EXTRACTED MATERIAL ▸
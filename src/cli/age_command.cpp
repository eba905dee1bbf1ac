// bine age: how much alpha acid a lot still has after months in the cold store.
#include <fmt/format.h>

#include <iostream>
#include <memory>

#include "cli/brew_day_option.hpp"
#include "cli/commands.hpp"
#include "engine/storage_loss.hpp"
#include "io/limits.hpp"
#include "model/catalog_lookup.hpp"
#include "model/errors.hpp"
#include "report/storage_report.hpp"

namespace bine::cli {
namespace {

struct AgeOptions {
  std::string alpha;     // "11.2" or "11.2 %"
  std::string packaged;  // YYYY-MM-DD
  std::string stored;    // "TEMP,PACKAGE"
  std::string variety;
  std::string stability;  // % remaining after 6 months at 20 C, or good|fair|poor
  std::string hsi;
  std::string on;
  bool json = false;
};

std::optional<Storage> read_storage(const std::string& text, std::vector<std::string>& problems) {
  const auto comma = text.rfind(',');
  const std::string expected = "\"TEMP,PACKAGE\" such as \"-2 C,vacuum\"; package vacuum, sealed or open";
  if (comma == std::string::npos) {
    problems.push_back(fmt::format("--stored: \"{}\": no package given (expected {})", text, expected));
    return std::nullopt;
  }
  std::string word = text.substr(comma + 1);
  word.erase(0, word.find_first_not_of(' '));
  word.erase(word.find_last_not_of(' ') + 1);
  const auto package = package_from(word);
  if (!package)
    problems.push_back(fmt::format("--stored: \"{}\": unknown package \"{}\" (expected {})", text, word, expected));
  const auto temperature = read_option_quantity("--stored", text.substr(0, comma), Dimension::temperature,
                                                limits::storage_temperature, problems);
  if (!package || !temperature) return std::nullopt;
  return Storage{*temperature, *package};
}

/// Checks every option, collects every problem, and returns the question to answer.
AgeQuery validate(const GlobalOptions& globals, const AgeOptions& options) {
  std::vector<std::string> problems;
  AgeQuery query;
  const auto alpha = read_option_quantity("--alpha", options.alpha, Dimension::percent, limits::alpha_acid, problems);
  const auto storage = read_storage(options.stored, problems);
  std::optional<Date> packaged;
  std::optional<BrewDay> on;
  try {
    packaged = date_from_option("--packaged", options.packaged);
  } catch (const InputError& e) {
    problems.insert(problems.end(), e.lines().begin(), e.lines().end());
  }
  try {
    on = brew_day_from_option(options.on);
  } catch (const InputError& e) {
    problems.insert(problems.end(), e.lines().begin(), e.lines().end());
  }
  const int sources = !options.variety.empty() + !options.stability.empty() + !options.hsi.empty();
  if (sources != 1)
    problems.push_back(
        fmt::format("--variety, --stability, --hsi: {} given (expected exactly one, to say how well the "
                    "variety keeps)",
                    sources));
  std::optional<double> stability;
  if (!options.stability.empty()) {
    if (auto word = stability_of_class(options.stability)) {
      stability = *word;
      query.stability_source = fmt::format("--stability {}, common-practice class", options.stability);
    } else {
      stability =
          read_option_quantity("--stability", options.stability, Dimension::percent, limits::stability, problems);
      query.stability_source = "--stability";
    }
  }
  if (!options.hsi.empty()) {
    if (auto hsi = read_option_quantity("--hsi", options.hsi, Dimension::number, limits::hsi, problems)) {
      stability = 100.0 - percent_lost_from_hsi(*hsi);
      query.stability_source =
          fmt::format("--hsi {:g}: {:.1f} % lost = 110 x log10(HSI / 0.25)", *hsi, percent_lost_from_hsi(*hsi));
    }
  }
  if (!options.variety.empty() && sources == 1) {
    const DataSet data = globals.load();
    const Variety& variety = require_variety(data.catalog, options.variety, "--variety");
    if (variety.stability) {
      stability = *variety.stability;
      query.stability_source = fmt::format("catalog: {}", variety.name);
    } else {
      stability = kStabilityFair;
      query.stability_source = fmt::format("{} has no stability in the catalog; fair class assumed", variety.name);
    }
  }
  if (packaged && on && *packaged > on->date)
    problems.push_back(fmt::format("--packaged: {}: after the date --on {} (expected a packaging date on or before it)",
                                   options.packaged, format_date(on->date)));
  if (!problems.empty()) throw InputError(problems);
  query.packaged = *packaged;
  query.on = on->date;
  query.on_from_clock = on->from_clock;
  query.history = StorageHistory{*alpha, *stability, *storage, static_cast<double>(days_between(*packaged, on->date))};
  return query;
}

void run_age(const GlobalOptions& globals, const AgeOptions& options) {
  // 1. Read the question; 2. age the alpha; 3. render.
  const AgeQuery query = validate(globals, options);
  const AgedAlpha aged = age_alpha(query.history);
  if (options.json)
    std::cout << age_to_json(query, aged).dump(2) << '\n';
  else
    render_age(std::cout, query, aged, globals.unit_system());
}

}  // namespace

void setup_age_command(CLI::App& app, const GlobalOptions& globals) {
  auto options = std::make_shared<AgeOptions>();
  auto* age = app.add_subcommand("age", "estimate a lot's alpha acid today from its certificate and its storage");
  age->add_option("--alpha", options->alpha, "alpha acid % on the certificate at packaging")->required();
  age->add_option("--packaged", options->packaged, "packaging date, YYYY-MM-DD")->required();
  age->add_option("--stored", options->stored, "\"TEMP,PACKAGE\": storage temperature and vacuum|sealed|open")
      ->required();
  age->add_option("--variety", options->variety, "take the variety's stability from the catalog");
  age->add_option("--stability", options->stability,
                  "% of alpha left after 6 months at 20 C, or good (80), fair (65), poor (50)");
  age->add_option("--hsi", options->hsi, "a measured Hop Storage Index of the variety");
  age->add_option("--on", options->on, "the day to estimate for, YYYY-MM-DD (default: today)");
  age->add_flag("--json", options->json, "print JSON");
  age->footer(
      "Examples:\n"
      "  bine age --alpha 11.2 --packaged 2025-10-01 --stored \"-1 C,vacuum\" --variety Keelstone --on 2026-06-01\n"
      "  bine age --alpha 6.0 --packaged 2025-12-01 --stored \"0 F,vacuum\" --stability 50 --json\n"
      "  bine age --alpha 9 --packaged 2026-01-10 --stored \"4 C,sealed\" --hsi 0.31\n"
      "Model: first-order loss after Garetz (1994); rate halves per 15 C colder; vacuum 0.5, sealed 0.75, open 1.0.");
  age->callback([&globals, options] { run_age(globals, *options); });
}

}  // namespace bine::cli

WORK INSTRUCTIONS ▸
Lines from the start of the entries through the one containing "const std::string expected" are to be set down again exactly, both ends included.

ANSWER BOX ▸
filename src/cli/age_command.cpp
repository eba905dee1bbf1ac
// bine age: how much alpha acid a lot still has after months in the cold store.
#include <fmt/format.h>

#include <iostream>
#include <memory>

#include "cli/brew_day_option.hpp"
#include "cli/commands.hpp"
#include "engine/storage_loss.hpp"
#include "io/limits.hpp"
#include "model/catalog_lookup.hpp"
#include "model/errors.hpp"
#include "report/storage_report.hpp"

namespace bine::cli {
namespace {

struct AgeOptions {
  std::string alpha;     // "11.2" or "11.2 %"
  std::string packaged;  // YYYY-MM-DD
  std::string stored;    // "TEMP,PACKAGE"
  std::string variety;
  std::string stability;  // % remaining after 6 months at 20 C, or good|fair|poor
  std::string hsi;
  std::string on;
  bool json = false;
};

std::optional<Storage> read_storage(const std::string& text, std::vector<std::string>& problems) {
  const auto comma = text.rfind(',');
  const std::string expected = "\"TEMP,PACKAGE\" such as \"-2 C,vacuum\"; package vacuum, sealed or open";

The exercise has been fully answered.